Samstag, 28. Februar 2015

zu Gast beim D-Kader Bayern

Achim Reuther hatte mich eingeladen, am 28.03. einen Vortrag über ein paar meiner Ideen zum Thema Streckenflug nachzukommen und das habe ich dann auch sehr gerne gemacht.
Das Junioren D-Kader hatte sich in Regen einquartiert. Leiter ist Claus Triebel, den ich schon von einem Wettbewerb kenne.
Man muss natürlich sagen, daß die meisten der anwesenden Piloten mich in einem Wettbewerb stehen lassen würden und so war es denn auch mehr ein Meinungsaustausch wo jedes neue Bild sofort eine angeregte Diskussion auslöste. So bin ich in den verfügbaren 2 Stunden etwa mit 1/3 meiner Themen durchgekomen.
Interessant auch die komplett unterschiedlichen Ansichten zwischen Holger Back und Klaus Triebel zum Thema Linienfliegen etc. Holger anscheinend eher zu kleinen Umwegen bereit und Klaus eher Direktkurs Vollgas auf die nächste Wolke. Beides scheint ja gut zu funktionieren.
Das ist das besondere am Segelflug, daß man mit komplett unterschiedlichen Flugstilen sehr erfolgreich sein kann.
Danach folgte ein Vortrag eines Psychologen über Mentalcoaching. Der war aber sehr allgemein und doch sehr weit weg vom Segelfliegen. Viele interessante Denkansätze waren aber dabei.
Der krönende Abschluss für mich - und allein dafür hatte es sich schon gelohnt dort hin zu fahren, war ein Vortrag über Alpenfliegen von Benjamin Bachmaier.
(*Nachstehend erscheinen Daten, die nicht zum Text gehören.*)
@pytest.mark.parametrize(
    ("change", "line", "column", "words"),
    [
        (lambda r: r[:99] + r[100:], 101, "hour", "hour 100 is missing before this line; add every hour"),
        (lambda r: r[:99] + r[103:], 101, "hour", "hours 100 to 103 are missing before this line"),
        (lambda r: r[1:], 2, "hour", "hour 1 is missing"),
        (lambda r: r[:-1], 8760, "hour", "the file ends here and hour 8760 is missing; a year has 8760 rows"),
        (lambda r: r[:4000], 4001, "hour", "the file ends here and hours 4001 to 8760 are missing"),
        (lambda r: [*r, "8761,4"], 8762, "hour", "hour 8761 is not in a year; allowed are 1 to 8760"),
        (lambda r: [*r[:50], r[49], *r[50:]], 52, "hour", "hour 50 is there twice; keep one row"),
        (lambda r: [*r[:49], r[50], r[49], *r[51:]], 52, "hour", "hour 50 stands after hour 51; put rows in order"),
        (lambda r: [f"{n},4" for n in range(8760)], 2, "hour", "hours count from 1"),
        (lambda r: r[2160:] + r[:2160], 2, "hour", "the year begins elsewhere, at hour 2161; begin with 1 January"),
        (lambda r: [*r[:9], "ten,4", *r[10:]], 11, "hour", '"ten" is no hour'),
        (lambda r: [*r[:9], ",4", *r[10:]], 11, "hour", "the cell is empty; write the hour"),
        (lambda r: [*r[:9], "9.5,4", *r[10:]], 11, "hour", '"9.5" is not a whole hour; write hourly means'),
        (lambda r: [*r[:9], "10,", *r[10:]], 11, "dry_bulb", "the cell is empty; write the temperature"),
        (lambda r: [*r[:9], "10,warm", *r[10:]], 11, "dry_bulb", '"warm" is no number'),
        (lambda r: [*r[:9], "10,4 degC", *r[10:]], 11, "dry_bulb", "without a unit, as in 4.2"),
        (lambda r: [*r[:9], "10,nan", *r[10:]], 11, "dry_bulb", '"nan" is not a finite number'),
        (lambda r: [*r[:9], "10,-inf", *r[10:]], 11, "dry_bulb", '"-inf" is not a finite number'),
        (lambda r: [*r[:9], "10,1e999", *r[10:]], 11, "dry_bulb", "-60 degC to 60 degC"),
        (lambda r: [*r[:9], "10,-999", *r[10:]], 11, "dry_bulb", '"-999 degC" is outside what is allowed'),
        (lambda r: [*r[:9], "10,٤", *r[10:]], 11, "dry_bulb", "is no number"),
        (lambda r: [*r[:9], "10,4,2", *r[10:]], 11, "", "3 cells, the heading 2; a decimal comma makes two"),
        (lambda r: [*r[:9], "10", *r[10:]], 11, "", "the row has 1 cell, the heading 2"),
        (lambda r: [f"{1 + n // 4},4" for n in range(35_040)], 35_041, "hour", "look like 15-minute data"),
        (lambda r: [f"{1 + n // 2},4" for n in range(17_520)], 17_521, "hour", "look like half-hour data"),
        (lambda r: [f"{1 + 24 * n},4" for n in range(365)], 366, "hour", "look like daily data"),
        (lambda r: [f"{n},4" for n in range(1, 8785)], 8785, "hour", "8784 rows are a leap year's; leave out 29 Feb"),
        (lambda r: [], 1, "hour", "there are no rows below the heading"),
    ],
)
def test_a_fault_of_the_rows_is_named_once_at_its_line(faults, change, line, column, words):
    """Missing, repeated, moved, unreadable or impossible: one complaint, at the line of the fault."""
    ((at, where, text),) = faults(csv(change(ROWS)))

    assert (at, where) == (line, column)
    assert words in text


@pytest.mark.parametrize(
    ("times", "line", "words"),
    [
        (
            moments(minutes=15, count=8760),
            3,
            "not a full hour; write hourly means, each at the hour it begins (in 6570",
        ),
        (moments("2024-01-01T00:00", 8784), 1418, "29 February is there; leave out its 24 hours"),
        (moments("2025-04-01T00:00"), 2, "the year begins elsewhere, at 1 April, 0:00; begin"),
        ([m + "Z" for m in moments()], 2, "carries a time zone; write local standard time"),
        ([m.replace("-", "/") for m in moments()], 2, "is no time; write local standard time, as in 2025-01-01T00:00"),
        ([*moments()[:2090], moments()[2089], *moments()[2091:]], 2092, "use standard time all year"),
        (["2025-02-30T00:00", *moments()[1:]], 2, "is on no calendar"),
        (["2025-01-01T24:00", *moments()[1:]], 2, "is on no clock"),
    ],
)
def test_a_fault_of_the_times_is_named_at_its_line(faults, times, line, words):
    """Another step, another year, a zone or a clock put forward and back: named where it begins."""
    found = faults(csv([f"{moment},4" for moment in times], "time,dry_bulb [degC]"))

    assert any(at == line and column == "time" and words in text for at, column, text in found), found
    assert len(found) <= MOST_LISTED + 1


@pytest.mark.parametrize(
    ("heading", "column", "words"),
    [
        ("hour,dry_bulb", "dry_bulb", "it has no unit; write it in brackets, as in dry_bulb [degC]"),
        ("hour,dry_bulb (degC)", "dry_bulb", "it has no unit; write it in brackets"),
        ("hour,dry_bulb []", "dry_bulb", "it has no unit"),
        ("hour,dry_bulb [bar]", "dry_bulb", '"bar" is not a unit of temperature'),
        ("hour,drybulb [degC]", "drybulb", 'there is no column "drybulb [degC]", did you mean "dry_bulb"?'),
        ("hour,water [degC]", "dry_bulb", "the column is missing; add it with its unit, as in dry_bulb [degC]"),
        ("water [degC],dry_bulb [degC]", "hour", "no column says when; add hour, from 1 to 8760, or time"),
        ("hour,dry_bulb [degC],rh", "rh", "known are hour, time, dry_bulb, wet_bulb and water"),
        ("hour,dry_bulb [degC],dry_bulb [K]", "dry_bulb", "the column dry_bulb is there twice"),
        ("hour,time,dry_bulb [degC]", "time", "hour and time both say when; keep one"),
        ("hour;dry_bulb [degC]", "", "columns are parted by semicolons; part them by commas"),
        ("hour\tdry_bulb [degC]", "", "columns are parted by tabs"),
        ("1,4.2", "", "there is no heading; name the columns on the first line"),
        (",".join("abcdefghijklmnopqrstuvw"), "", "the heading has 23 columns"),
    ],
)
def test_a_fault_of_the_heading_is_named(faults, heading, column, words):
    """What is missing, unknown or without a unit is said with what to write; the rows are not blamed for it."""
    width = heading.count(",")
    found = faults(csv([f"{n}" + ",4" * width for n in range(1, 8761)], heading))

    assert any((at, where) == (1, column) and words in text for at, where, text in found), found


def test_a_wet_bulb_above_the_dry_bulb_is_refused(faults):
    """No air is wetter than saturated; saturated air itself is allowed."""
    rows = [f"{n},4.0,{'4.1' if n == 7 else '4.0'}" for n in range(1, 8761)]
    ((line, column, text),) = faults(csv(rows, "hour,dry_bulb [degC],wet_bulb [degC]"))

    assert (line, column) == (8, "wet_bulb")
    assert "0.1 K above the dry bulb" in text


def test_many_faults_come_at_once_and_the_rest_is_counted(faults):
    """The first ones are listed in the order of lines, and the others counted."""
    found = faults(csv(["1,x", *(f"{n},{'y' if n % 2 else '4'}" for n in range(2, 8761))]))

    assert len(found) == MOST_LISTED + 1
    assert [line for line, _, _ in found] == sorted(line for line, _, _ in found)
    assert f"{4380 - MOST_LISTED} more problems from here on" in found[-1][2]


def test_problems_of_both_files_come_together(tmp_path):
    """A fault of the case and one of its file of hours are told in one go, each with the name of its file."""
    (tmp_path / "plant.toml").write_text(CASE.replace('"120 kW"', "120"), "utf-8")
    (tmp_path / "coast.csv").write_text(csv(ROWS[1:]), "utf-8")
    with pytest.raises(CaseFileError) as refusal:
        read_case(tmp_path / "plant.toml")

    first, second = str(refusal.value).splitlines()
    assert first.startswith(f"{tmp_path}/plant.toml:4: duty.cooling: 120 is a bare number")
    assert second.startswith(f"{tmp_path}/coast.csv:2: hour: hour 1 is missing")


@pytest.mark.parametrize(
    ("name", "words"),
    [
        ("absent.csv", "there is no such file; put it beside the case file, or give bins or climate instead"),
        ("/etc/passwd", "leads out of the folder of the case; name a file beside the case"),
        ("../plant.csv", "leads out of the folder"),
        ("a/../../plant.csv", "leads out of the folder"),
        ("C:/hours.csv", "leads out of the folder"),
        ("a\\\\hours.csv", "has a backslash"),
        ("link.csv", "is a link out of the folder"),
        ("folder", "this is a folder; name a CSV file with 8760 hours"),
        ("huge.csv", "larger than 5 MB; 8760 hours take less than 1 MB"),
    ],
)
def test_a_file_that_cannot_be_had_is_a_fault_of_its_key(tmp_path, name, words):
    """No file, none of the case's folder, none of a sensible size: said at the line of the key."""
    folder = tmp_path / "cases"
    (folder / "folder").mkdir(parents=True)
    (tmp_path / "secret.csv").write_text(csv(ROWS), "utf-8")
    (folder / "link.csv").symlink_to(tmp_path / "secret.csv")
    with (folder / "huge.csv").open("wb") as file:
        file.truncate(50_000_000)
    (folder / "plant.toml").write_text(CASE.replace("coast.csv", name), "utf-8")
    with pytest.raises(CaseFileError) as refusal:
        read_case(folder / "plant.toml")

    (problem,) = refusal.value.problems
    assert (problem.line, problem.key, problem.path) == (KEY_LINE, "year.weather", "")
    assert words in problem.text


def test_a_file_in_a_folder_beside_the_case_is_read(tmp_path):
    """A folder below that of the case is beside it too."""
    (tmp_path / "hours").mkdir()
    (tmp_path / "hours" / "coast.csv").write_text(csv(ROWS), "utf-8")
    (tmp_path / "plant.toml").write_text(CASE.replace("coast.csv", "hours/coast.csv"), "utf-8")

    assert read_case(tmp_path / "plant.toml").weather.hours.size == 8760


def test_what_is_no_text_is_refused_at_its_line(faults):
    """A spreadsheet saved in another encoding is told where it stops being UTF-8."""
    ((line, _, text),) = faults(b"hour,dry_bulb [degC]\n1,4\n2,\xb0\n")

    assert line == 3
    assert "UTF-8" in text


@pytest.mark.parametrize("way", ["condenser", "evaporator"])
def test_what_an_exchanger_follows_needs_its_column(read, way):
    """A wet bulb that no column gives is asked for at the key; with the column it is read."""
    follows = f'{way}_follows = "wet bulb"\n'
    with pytest.raises(CaseFileError, match=r"has no column wet_bulb; add it"):
        read(csv(ROWS), follows)

    assert read(csv([f"{row},0" for row in ROWS], f"{HEADING},wet_bulb [degC]"), follows).T_wet_bulb_K is not None


def test_an_invented_climate_has_the_mean_and_the_warmest_hour_it_says(case):
    """Both sines vanish in the mean; the warmest hour is at 15 h of the warmest day."""
    weather = case(
        CASE.replace(
            'weather = "coast.csv"',
            'climate = {mean = "11 degC", yearly_swing = "8 K", daily_swing = "4 K", warmest_day = 200}',
        )
    ).weather

    assert weather.T_dry_bulb_K.mean() == pytest.approx(284.15, abs=1e-9)
    assert weather.T_dry_bulb_K.max() == pytest.approx(284.15 + 12.0, abs=0.05)
    assert divmod(int(weather.T_dry_bulb_K.argmax()), 24) in [(199, 14), (199, 15)]  # day 200, on both sides of 15 h
    assert weather.T_dry_bulb_K.min() == pytest.approx(284.15 - 12.0, abs=0.05)


def test_bins_are_conditions_with_their_hours(case):
    """A bin has no hour of the day and no month."""
    bins = '[["2 degC", 4000], ["12 degC", 4000], ["24 degC", 760.2]]'
    weather = case(CASE.replace('weather = "coast.csv"', f"bins = {bins}")).weather

    assert weather.T_dry_bulb_K == pytest.approx([275.15, 285.15, 297.15])
    assert weather.hours.tolist() == [4000.0, 4000.0, 760.2]
    assert (weather.hour_of_day, weather.month) == (None, None)
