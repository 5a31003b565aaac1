"""The leak rate: a log goes before the case, the case before a range by type, and nothing is never zero."""

import pytest

from retrofit.case import EQUIPMENT
from retrofit.study.leaks import default_rates, leak_rate, leak_rate_today
from retrofit.study.result import Entry

LOG = [["2023-03-01", "30 kg"], ["2024-03-01", "18 kg"], ["2026-03-01", "20 kg"]]


def entry(name, family="convert"):
    """Return an entry that is nothing but its refrigerant."""
    from retrofit.refrigerants import find

    return Entry(find(name), family, "ok", None, ())


def test_the_log_wins(case_with):
    """Two top-ups after the first over three years: by hand (18 + 20) kg / 260 kg / (1096 / 365.25) = 4.871 %."""
    case = case_with(
        plant={"charge": "260 kg"},
        emissions={"leak_log": LOG, "leak_rate": "10 %"},
        law={"annual_leak_rate": "15 %", "equipment": "supermarket"},
    )

    found = leak_rate_today(case)

    assert found.basis == "log"
    assert found.spread.base == pytest.approx(38.0 / 260.0 / (1096.0 / 365.25), rel=1e-12)
    assert found.spread.base == pytest.approx(0.04871, abs=5e-6)
    assert found.spread.low == found.spread.high == found.spread.base
    assert "38 kg / 260 kg" in found.source


@pytest.mark.parametrize(("last", "short"), [("2024-03-01", ""), ("2024-02-01", "the log covers 337 days")])
def test_a_short_log_says_so(last, short, case_with):
    """A leap year's 366 days are long enough; to 1 February it is 366 - 29 = 337 days."""
    case = case_with(plant={"charge": "260 kg"}, emissions={"leak_log": [["2023-03-01", "30 kg"], [last, "18 kg"]]})

    found = leak_rate_today(case)

    assert found.basis == "log"
    assert found.missing.startswith(short)
    assert bool(found.missing) is bool(short)


def test_what_goes_before_what(case_with):
    """Emissions before law, law before the range by type, and a log without a charge says what it lacks."""
    law = {"annual_leak_rate": "15 %", "equipment": "supermarket"}
    by_emissions = leak_rate_today(case_with(emissions={"leak_rate": "10 %", "leak_log": LOG}, law=law))
    by_law = leak_rate_today(case_with(law=law))
    by_type = leak_rate_today(case_with(law={"equipment": "supermarket"}))
    unknown = leak_rate_today(case_with())

    assert (by_emissions.key, by_emissions.spread.base) == ("emissions.leak_rate", 0.10)
    assert "charge" in by_emissions.missing
    assert (by_law.key, by_law.spread.base) == ("law.annual_leak_rate", 0.15)
    assert by_type.spread == (0.10, 0.17, 0.35)
    assert unknown.spread is None
    assert "leak_log" in unknown.missing


def test_an_option_has_its_own(case_with):
    """An option's own rate goes before that of every candidate; today's holds where neither is given."""
    case = case_with(
        candidates=["R448A", "R449A"],
        law={"annual_leak_rate": "15 %"},
        emissions={"leak_rate_after": "8 %"},
        options={"R448A": {"leak_rate": "5 %"}},
    )
    today = entry("R404A", "keep")

    assert leak_rate(case, entry("R448A"), today).spread.base == 0.05
    assert leak_rate(case, entry("R449A"), today).spread.base == 0.08
    assert leak_rate(case, today, today).spread.base == 0.15
    assert "as today" in leak_rate(case_with(law={"annual_leak_rate": "15 %"}), entry("R448A"), today).source


# IPCC 2006 volume 3, table 7.9 (range) and UK screening factors (base), in %, typed in again from the reprints.
PUBLISHED = {
    "supermarket": (10, 17, 35),
    "condensing unit": (10, 10, 35),
    "stand-alone cabinet": (1, 1.5, 15),
    "cold store": (7, 8, 25),
    "chiller": (2, 3, 15),
    "air conditioning": (1, 6, 10),
    "residential air conditioning": (1, 3, 10),
    "heat pump": (1, 6, 10),
    "transport": (15, 15, 50),
    "domestic refrigerator": (0.1, 0.3, 0.5),
}


@pytest.mark.parametrize(("kind", "percent"), PUBLISHED.items())
def test_published_ranges(kind, percent):
    """The default of a kind is the published range with the screening factor as base."""
    assert default_rates()[kind][0] == pytest.approx([value / 100.0 for value in percent])


def test_every_default_has_a_place():
    """Every kind of a default is one that case files name; the range rises; plain refrigeration has none."""
    found = default_rates()

    assert set(found) == set(EQUIPMENT) - {"refrigeration"}
    assert all(0.0 < s.low <= s.base <= s.high < 1.0 for s, _ in found.values())
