"""Comparing candidates: what is held equal, the definitions behind each number, and rows that cannot be computed."""

from dataclasses import FrozenInstanceError, asdict, fields
from math import isfinite

import pytest

from retrofit.study import Performance, compare
from retrofit.study.compare import RATIOS

SUPERHEATED = {"useful_superheat": "7 K", "line_superheat": "8 K", "subcooling": "3 K"}
ROUNDING = 1e-12  # of a few floating-point operations, relative


def state(entry, name):
    """Return a state point of an entry by its name."""
    return next(point for point in entry.points if point.name == name)


def comparable(entry):
    """Return what was computed of an entry, in a form that `==` compares number by number."""
    return entry.status, entry.reason, entry.duty, entry.compressor, entry.points, dict(entry.relative)


@pytest.mark.parametrize("reading", ["dew", "mean"])
@pytest.mark.parametrize("match", ["dew", "mean"])
@pytest.mark.parametrize("name", ["R134a", "R448A", "R455A", "R717"])
def test_a_refrigerant_against_itself_gives_ratios_of_exactly_one(case_of, name, match, reading):
    """Pure or gliding, in each convention and reading, nothing changes where nothing is changed."""
    found = compare(case_of(name, [name], match=match, duty={"reading": reading, **SUPERHEATED}))
    (candidate,) = found.candidates

    assert dict(candidate.relative) == {name: 1.0 for name, _, _ in RATIOS}
    assert candidate.T_discharge_difference_K == 0.0
    assert candidate.duty == found.existing.duty
    assert candidate.compressor == found.existing.compressor


@pytest.fixture(scope="module")
def harbour(case_of):
    """Return a comparison of several blends and a pure fluid, with superheat in the line and a swept volume."""
    compressor = {"isentropic_efficiency": 0.68, "volumetric_efficiency": 0.85, "swept_volume": "201 m3/h"}
    return compare(
        case_of("R404A", ["R448A", "R452A", "R455A", "R134a", "R290"], duty=SUPERHEATED, compressor=compressor)
    )


def test_same_duty_is_the_same_cooling_for_all(harbour):
    """On the basis of the duty every refrigerant delivers the cooling of the case."""
    assert [entry.duty.cooling_W for entry in harbour.entries] == pytest.approx([120e3] * 6, rel=ROUNDING)


def test_same_compressor_is_the_same_swept_volume_for_all(harbour):
    """On the basis of the compressor every refrigerant is drawn in by the swept volume of the case."""
    expected = pytest.approx([201.0 / 3600.0] * 6, rel=ROUNDING)

    assert [entry.compressor.swept_volume_m3_per_s for entry in harbour.entries] == expected
    assert harbour.swept_volume_from == "case"


def test_capacity_goes_with_volumetric_capacity_and_efficiency(harbour):
    """With one compressor, cooling = swept volume x volumetric efficiency x volumetric capacity."""
    for entry in harbour.entries:
        by_hand = 201.0 / 3600.0 * 0.85 * entry.duty.volumetric_capacity_J_per_m3

        assert entry.compressor.cooling_W == pytest.approx(by_hand, rel=ROUNDING)
        assert entry.relative["capacity"] == pytest.approx(entry.relative["volumetric_capacity"], rel=ROUNDING)


def test_both_bases_are_one_cycle(harbour):
    """Temperatures, pressures and COP do not depend on the basis; only flows scale, all by one factor."""
    flows = {"cooling_W", "mass_flow_kg_per_s", "suction_volume_flow_m3_per_s", "swept_volume_m3_per_s"}
    flows |= {"power_W", "heat_rejected_W", "line_heat_W"}
    for entry in harbour.entries:
        duty, compressor = asdict(entry.duty), asdict(entry.compressor)
        scales = [compressor[name] / duty[name] for name in sorted(flows)]

        assert {name: compressor[name] for name in duty if name not in flows} == {
            name: duty[name] for name in duty if name not in flows
        }
        assert scales == pytest.approx([scales[0]] * len(flows), rel=ROUNDING)


@pytest.mark.parametrize("basis", ["duty", "compressor"])
def test_energy_in_is_energy_out(harbour, basis):
    """Heat rejected = cooling + heat of the suction line + compressor power."""
    for entry in harbour.entries:
        found = getattr(entry, basis)

        assert found.heat_rejected_W == pytest.approx(found.cooling_W + found.line_heat_W + found.power_W, rel=1e-9)


def test_numbers_follow_from_the_state_points(harbour):
    """Effect, work, COP and flows recomputed by their definitions from the states shown give the numbers shown."""
    for entry in harbour.entries:
        suction, discharge = state(entry, "compressor inlet"), state(entry, "discharge")
        outlet, inlet = state(entry, "evaporator outlet"), state(entry, "evaporator inlet")
        effect, work = outlet.h_J_per_kg - inlet.h_J_per_kg, discharge.h_J_per_kg - suction.h_J_per_kg
        mass_flow = 120e3 / effect
        by_hand = {
            "refrigerating_effect_J_per_kg": effect,
            "cop": effect / work,
            "volumetric_capacity_J_per_m3": effect * suction.density_kg_per_m3,
            "mass_flow_kg_per_s": mass_flow,
            "power_W": mass_flow * work,
            "suction_volume_flow_m3_per_s": mass_flow / suction.density_kg_per_m3,
            "swept_volume_m3_per_s": mass_flow / suction.density_kg_per_m3 / 0.85,
            "heat_rejected_W": mass_flow * (discharge.h_J_per_kg - state(entry, "expansion valve inlet").h_J_per_kg),
            "line_heat_W": mass_flow * (suction.h_J_per_kg - outlet.h_J_per_kg),
            "T_discharge_K": discharge.T_K,
            "T_suction_K": suction.T_K,
            "p_evap_Pa": suction.p_Pa,
            "p_cond_Pa": discharge.p_Pa,
            "pressure_ratio": discharge.p_Pa / suction.p_Pa,
        }

        # Differences of enthalpies lose two digits or so of the sixteen.
        assert {name: getattr(entry.duty, name) for name in by_hand} == pytest.approx(by_hand, rel=1e-10)


def test_superheat_and_subcooling_are_where_the_case_puts_them(harbour):
    """Superheat counts from the dew point, useful in the evaporator and the rest after it; subcooling from bubble."""
    for entry in harbour.entries:
        dew = state(entry, "evaporator dew point").T_K

        assert state(entry, "evaporator outlet").T_K - dew == pytest.approx(7.0, abs=1e-9)
        assert state(entry, "compressor inlet").T_K - dew == pytest.approx(15.0, abs=1e-9)
        below = state(entry, "condenser bubble point").T_K - state(entry, "expansion valve inlet").T_K
        assert below == pytest.approx(3.0, abs=1e-9)


def test_expansion_and_isentropic_efficiency_are_as_defined(harbour):
    """The valve keeps enthalpy, and real work is isentropic work over the efficiency."""
    for entry in harbour.entries:
        assert state(entry, "evaporator inlet").h_J_per_kg == pytest.approx(
            state(entry, "expansion valve inlet").h_J_per_kg, rel=ROUNDING
        )
        assert entry.duty.T_discharge_isentropic_K < entry.duty.T_discharge_K


def test_ratios_are_of_the_quantities_their_names_say(harbour):
    """Each ratio divides the candidate's number by the existing refrigerant's on the basis stated."""
    old, new = harbour.existing, harbour.candidates[0]

    assert new.relative["cop"] == new.duty.cop / old.duty.cop
    assert new.relative["capacity"] == new.compressor.cooling_W / old.compressor.cooling_W
    assert new.relative["power"] == new.compressor.power_W / old.compressor.power_W
    assert new.relative["power_same_duty"] == new.duty.power_W / old.duty.power_W
    assert new.relative["p_cond"] == new.duty.p_cond_Pa / old.duty.p_cond_Pa
    assert new.T_discharge_difference_K == new.duty.T_discharge_K - old.duty.T_discharge_K


def test_swept_volume_left_out_comes_from_todays_duty_and_says_so(case_of):
    """Without a swept volume the existing refrigerant just meets the duty, on both bases alike."""
    found = compare(case_of("R404A", ["R448A"]))

    assert found.swept_volume_from == "duty"
    assert found.swept_volume_m3_per_s == found.existing.duty.swept_volume_m3_per_s
    assert found.existing.compressor == found.existing.duty


@pytest.mark.parametrize(
    ("extra", "duty", "why"),
    [
        ("R744", {}, "above the critical temperature of R744, 31.0 degC"),
        ("R468A", {}, "no equation of state for R1132a"),
        ("R718", {}, "below the range of the model of R718"),
        ("R123", {"evaporating": "-100 degC"}, "below the range of the model of R123"),
    ],
)
def test_a_candidate_that_cannot_be_computed_is_a_row_and_changes_no_other(case_of, extra, duty, why):
    """It has its reason and its cautions; every other row is the same to the last bit as without it."""
    old = "R23" if duty else "R404A"
    duty = {"condensing": "0 degC", **duty} if duty else {}
    others = ["R508B", "R170"] if duty else ["R448A", "R290"]
    without = compare(case_of(old, others, duty=duty))
    found = compare(case_of(old, [others[0], extra, others[1]], duty=duty))
    row = found.candidates[1]

    assert (row.refrigerant.designation, row.status) == (extra, "not computed")
    assert why in row.reason
    assert row.cautions
    assert (row.duty, row.compressor, row.grade, row.points, dict(row.relative)) == (None, None, None, (), {})
    assert [comparable(found.existing), *(comparable(found.candidates[i]) for i in (0, 2))] == [
        comparable(entry) for entry in without.entries
    ]
    assert all(entry.status == "ok" for entry in without.entries)


@pytest.mark.parametrize("existing", ["R744", "R468A"])
def test_without_the_existing_refrigerant_every_row_says_why_nothing_is_compared(case_of, existing):
    """No exception: the existing one has its own reason, each candidate names it."""
    found = compare(case_of(existing, ["R448A", "R1132a"]))

    assert found.existing.status == "not computed"
    assert existing in found.existing.reason
    assert [entry.status for entry in found.candidates] == ["not computed"] * 2
    assert all(existing in entry.reason for entry in found.candidates)
    assert (found.swept_volume_m3_per_s, found.swept_volume_from) == (None, "duty")


def test_more_subcooling_than_lift_is_named_as_such(case_of):
    """Liquid colder than the evaporator is refused in words of the case, not of a property table."""
    duty = {"evaporating": "0 degC", "condensing": "10 degC", "subcooling": "12 K"}
    found = compare(case_of("R134a", ["R448A"], duty=duty))

    assert "12 K of subcooling" in found.existing.reason
    assert "give less subcooling" in found.existing.reason
    assert {entry.status for entry in found.entries} == {"not computed"}


def test_a_given_swept_volume_is_kept_where_nothing_can_be_computed(case_of):
    """What the case states is not lost with the existing refrigerant."""
    found = compare(case_of("R744", ["R448A"], compressor={"swept_volume": "36 m3/h"}))

    assert (found.swept_volume_m3_per_s, found.swept_volume_from) == (pytest.approx(0.01), "case")


def test_the_result_is_frozen(harbour):
    """Nobody downstream can change a number of the result."""
    for holder in (harbour, harbour.existing, harbour.existing.duty, harbour.existing.points[0]):
        with pytest.raises(FrozenInstanceError):
            setattr(holder, fields(holder)[0].name, None)


def test_every_number_is_a_finite_python_float(harbour):
    """No array and no NaN is left in what is shown."""
    for entry in harbour.entries:
        for basis in (entry.duty, entry.compressor):
            values = [getattr(basis, field.name) for field in fields(Performance)]

            assert {type(value) for value in values} == {float}
            assert all(isfinite(value) for value in values)


def test_families_follow_from_the_safety_class(case_of):
    """The existing refrigerant is kept, a class no less mild is a conversion, a less mild one a replacement."""
    found = compare(case_of("R404A", ["R448A", "R454C", "R290", "R717"]))

    assert [entry.family for entry in found.entries] == ["keep", "convert", "replace", "replace", "replace"]


def test_a_build_of_tables_is_announced(case_of, tmp_path, monkeypatch):
    """A refrigerant that is not in the store yet is named before its tables are built, one that is there is not."""
    monkeypatch.setenv("RETROFIT_STORE", str(tmp_path))
    named = []
    case = case_of("R134a", ["R290"])
    first = compare(case, named.append)

    assert named == ["R134a", "R290"]
    assert [comparable(entry) for entry in compare(case, named.append).entries] == [
        comparable(entry) for entry in first.entries
    ]
    assert named == ["R134a", "R290"]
Wer ihn nicht kennt, er hat einen der besten Blogs in DE:
https://flugfieber.wordpress.com/
Sein Vortragsstil ist genauso unterhaltsam wie sein Blog !

Claus hat mich zum Training nach Feuerstein eingeladen. Ich werde gerne kommen und wahrscheinlich mehr dabei lernen als die Schüler.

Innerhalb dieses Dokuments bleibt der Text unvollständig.